* Your instructions: The answer should be each line from the entries below that has the word "const" in it.

Saved data entries

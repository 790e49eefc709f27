import type { SignHabits } from '../../../../shared/materialImport.ts';

const columns = [70, 112, 148] as const;
const rows = [28, 56, 84] as const;

/** The permittivity tensor for m along +z with the sign that the source gives to its element xy. */
export function TensorDrawing({ sign }: { sign: SignHabits['voigtSign'] }) {
  const plus = sign === '+iQ';
  const cells = [
    ['1', plus ? '+iQ' : '−iQ', '0'],
    [plus ? '−iQ' : '+iQ', '1', '0'],
    ['0', '0', '1'],
  ];
  return (
    <svg viewBox="0 0 200 104" aria-hidden="true" className="w-full max-w-[230px]" fontSize="13">
      <text x="14" y="60" fill="var(--ink)">
        ε = ε
        <tspan fontSize="9" dy="3">
          d
        </tspan>
      </text>
      <path d="M 58 12 H 52 V 94 H 58 M 162 12 H 168 V 94 H 162" fill="none" stroke="var(--ink)" />
      <rect x="92" y="12" width="40" height="24" rx="5" fill="var(--accent-soft)" stroke="var(--accent)" />
      {cells.flatMap((cellsOfRow, row) =>
        cellsOfRow.map((text, column) => (
          <text
            key={`${row} ${column}`}
            x={columns[column]}
            y={(rows[row] ?? 0) + 1}
            textAnchor="middle"
            fill={text.endsWith('iQ') ? 'var(--ink)' : 'var(--muted)'}
            fontWeight={row === 0 && column === 1 ? 700 : 400}
          >
            {text}
          </text>
        )),
      )}
      <text x="172" y="30" fill="var(--muted)" fontSize="11">
        xy
      </text>
    </svg>
  );
}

* Exercise response:
const columns = [70, 112, 148] as const;
const rows = [28, 56, 84] as const;
  const plus = sign === '+iQ';
  const cells = [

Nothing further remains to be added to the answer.